======== Given data ========

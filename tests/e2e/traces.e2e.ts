import { afterAll, beforeAll, describe, expect, it } from "vitest";
import { mkdtempSync, writeFileSync } from "node:fs";
import { tmpdir } from "node:os";
import { join } from "node:path";
import type { Browser, BrowserContext, Page } from "playwright-core";
import { BASE_URL, launch, watchErrors, open } from "./browser";
import { signIn } from "./auth";
import { resampleStep, valveScenario } from "./captures";
import { upgradeScenario } from "@/lib/design/upgrade";
import { db } from "@/lib/db/knex";
import { runStep } from "@/lib/design/run";

/**
 * Bench traces that measure right, in the browser: two files uploaded in a row keep their own labels; a channel
 * without a unit cannot be compared (no verdicts) until its unit is corrected after upload; a lead validates a
 * failing comparison only with a written reason, which the entry and the library then show; the workbench draws
 * the latest trace over its step.
 *
 * The captures are the engine's own step of a copy of the valve-coil demo, resampled to 2 000 rows: one in amperes
 * named by its column ("coil_current_A") at half the amplitude (so the comparison fails), one with no unit at all.
 */
function captureCsv(time: Float64Array, iLoad: Float64Array, heading: string, gain: number): string {
  const n = 2000;
  const span = time[time.length - 1] - time[0];
  const at = Array.from({ length: n }, (_, k) => time[0] + (k * span) / (n - 1));
  const values = resampleStep(time, iLoad, at);
  return [`Time (us),${heading}`, ...at.map((t, k) => `${(t * 1e6).toFixed(4)},${(gain * values[k]).toExponential(6)}`)].join("\n");
}

describe("bench traces: labels, units, override", () => {
  let browser: Browser;
  let designerCtx: BrowserContext;
  let leadCtx: BrowserContext;
  let scenarioId = "";
  let halfPath = "";
  let barePath = "";
  let entryUrl = "";

  beforeAll(async () => {
    browser = await launch();
    designerCtx = await browser.newContext();
    leadCtx = await browser.newContext();
  });
  afterAll(async () => {
    await browser?.close();
    await db().destroy();
  });

  it("two files uploaded in a row each keep their own label; a channel without a unit is corrected after upload", async () => {
    const page: Page = await designerCtx.newPage();
    const errors = watchErrors(page);
    await signIn(page, "designer");
    const { detail } = await valveScenario(page);
    const created = await page.request.post(`${BASE_URL}/api/scenarios`, {
      headers: { origin: BASE_URL, "content-type": "application/json" },
      data: { title: `Valve coil bench ${Date.now()}`, template: detail.template, body: detail.body },
    });
    expect(created.status()).toBe(201);
    scenarioId = (await created.json()).id;
    const { time, series } = runStep(upgradeScenario(detail.body));
    const dir = mkdtempSync(join(tmpdir(), "quell-traces-"));
    halfPath = join(dir, "half-amplitude.csv");
    barePath = join(dir, "no-unit-capture.csv");
    writeFileSync(halfPath, captureCsv(time, series.iLoad, "coil_current_A", 0.5));
    writeFileSync(barePath, captureCsv(time, series.iLoad, "CH1", 1));

    await open(page, `/scenarios/${scenarioId}/traces`);
    await page.locator('[data-testid="trace-upload"][data-ready="1"]').waitFor();
    await page.getByLabel("CSV file").setInputFiles(halfPath);
    await page.getByTestId("trace-preview").waitFor();
    expect(await page.getByLabel("Label").inputValue()).toBe("half-amplitude");
    // the unit comes from the column name
    expect(await page.getByTestId("trace-preview").textContent()).toContain("coil_current [A]");
    await page.getByRole("button", { name: "Upload trace" }).click();
    await page.getByTestId("trace-list").getByText("half-amplitude", { exact: true }).waitFor({ timeout: 30_000 });

    await page.getByLabel("CSV file").setInputFiles(barePath);
    await page.getByTestId("trace-preview").getByText("CH1 [no unit]").waitFor();
    expect(await page.getByLabel("Label").inputValue()).toBe("no-unit-capture");
    await page.getByRole("button", { name: "Upload trace" }).click();
    await page.getByTestId("trace-list").getByText("no-unit-capture", { exact: true }).waitFor({ timeout: 30_000 });
    expect(await page.getByTestId("trace-list").getByText("half-amplitude", { exact: true }).count()).toBe(1);

    // The newest trace is compared first: without a unit it cannot be, and no verdict shows.
    await page.getByLabel("Bench trace", { exact: true }).selectOption({ label: "no-unit-capture (rev 1)" });
    await page.getByTestId("unit-warning").waitFor({ timeout: 60_000 });
    expect(await page.getByTestId("unit-warning").textContent()).toContain("Cannot compare: This channel has no unit");
    expect(await page.getByTestId("comparison-verdict").count()).toBe(0);
    // Corrected after upload, without the file: the numbers were amperes.
    await page.getByRole("button", { name: /Correct the unit of CH1/ }).click();
    await page.getByLabel("Channel unit correction").selectOption("A");
    await page.getByRole("button", { name: "Save the correction" }).click();
    await page.getByTestId("correction-message").getByText(/Saved: CH1 is now in A/).waitFor({ timeout: 30_000 });
    await page.getByTestId("comparison-verdict").waitFor({ timeout: 60_000 });
    expect(await page.getByTestId("unit-warning").count()).toBe(0);
    expect(await page.getByTestId("alignment-edges").textContent()).toContain("Edges: measured step");

    // The half-amplitude capture fails against the simulation (RMS about half the step).
    await page.getByLabel("Bench trace", { exact: true }).selectOption({ label: "half-amplitude (rev 1)" });
    await page.getByTestId("comparison-verdict").getByText("fail").waitFor({ timeout: 60_000 });

    await page.getByLabel("Note for the reviewer").fill("Half-amplitude capture: probe attenuation unknown.");
    await page.getByRole("button", { name: "Submit for validation" }).click();
    await page.getByTestId("submit-message").getByText("Submitted for validation").waitFor({ timeout: 30_000 });
    await page.getByTestId("entry-status").waitFor();
    entryUrl = (await page.getByTestId("entry-status").getByRole("link").getAttribute("href")) ?? "";
    expect(entryUrl).toMatch(/^\/library\/[0-9a-f-]{36}$/);

    // The workbench draws the latest trace in amperes over its step.
    await open(page, `/scenarios/${scenarioId}`);
    await page.getByTestId("bench-overlay-toggle").check();
    await page.getByTestId("measured-legend").waitFor({ timeout: 60_000 });
    expect(await page.getByTestId("measured-legend").textContent()).toContain("no-unit-capture");
    expect(errors).toEqual([]);
    await page.close();
  });

  it("the lead validates the failing comparison only with a written reason; the entry and the library show it", async () => {
    const page = await leadCtx.newPage();
    const errors = watchErrors(page);
    await signIn(page, "lead");
    await open(page, entryUrl);
    await page.getByTestId("override-form").waitFor();
    // no plain Validate button: only the override, disabled until a reason is written
    expect(await page.getByRole("button", { name: "Validate", exact: true }).count()).toBe(0);
    const override = page.getByRole("button", { name: "Validate with override" });
    expect(await override.isDisabled()).toBe(true);
    const reason = "The second board measured right; this capture had the probe at 2:1.";
    await page.getByLabel("Override reason").fill(reason);
    await override.click();
    await page.getByTestId("entry-message").getByText("Validated with an override.").waitFor({ timeout: 30_000 });
    await page.getByTestId("entry-override").waitFor();
    expect(await page.getByTestId("entry-override").textContent()).toContain(reason);
    expect(await page.getByTestId("entry-history").textContent()).toContain("validated it with an override");

    await open(page, `/library?status=validated`);
    const row = page.getByTestId("library-row").filter({ has: page.locator(`a[href="${entryUrl}"]`) });
    await row.getByTestId("library-override").waitFor();
    expect(await row.getByTestId("library-override").textContent()).toBe("over failing evidence");
    expect(errors).toEqual([]);
    await page.close();
  });
});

========

_Instructions for the task_
Return the lines of the listing where the string "compared" appears.

_Output_
 * without a unit cannot be compared (no verdicts) until its unit is corrected after upload; a lead validates a
    // The newest trace is compared first: without a unit it cannot be, and no verdict shows.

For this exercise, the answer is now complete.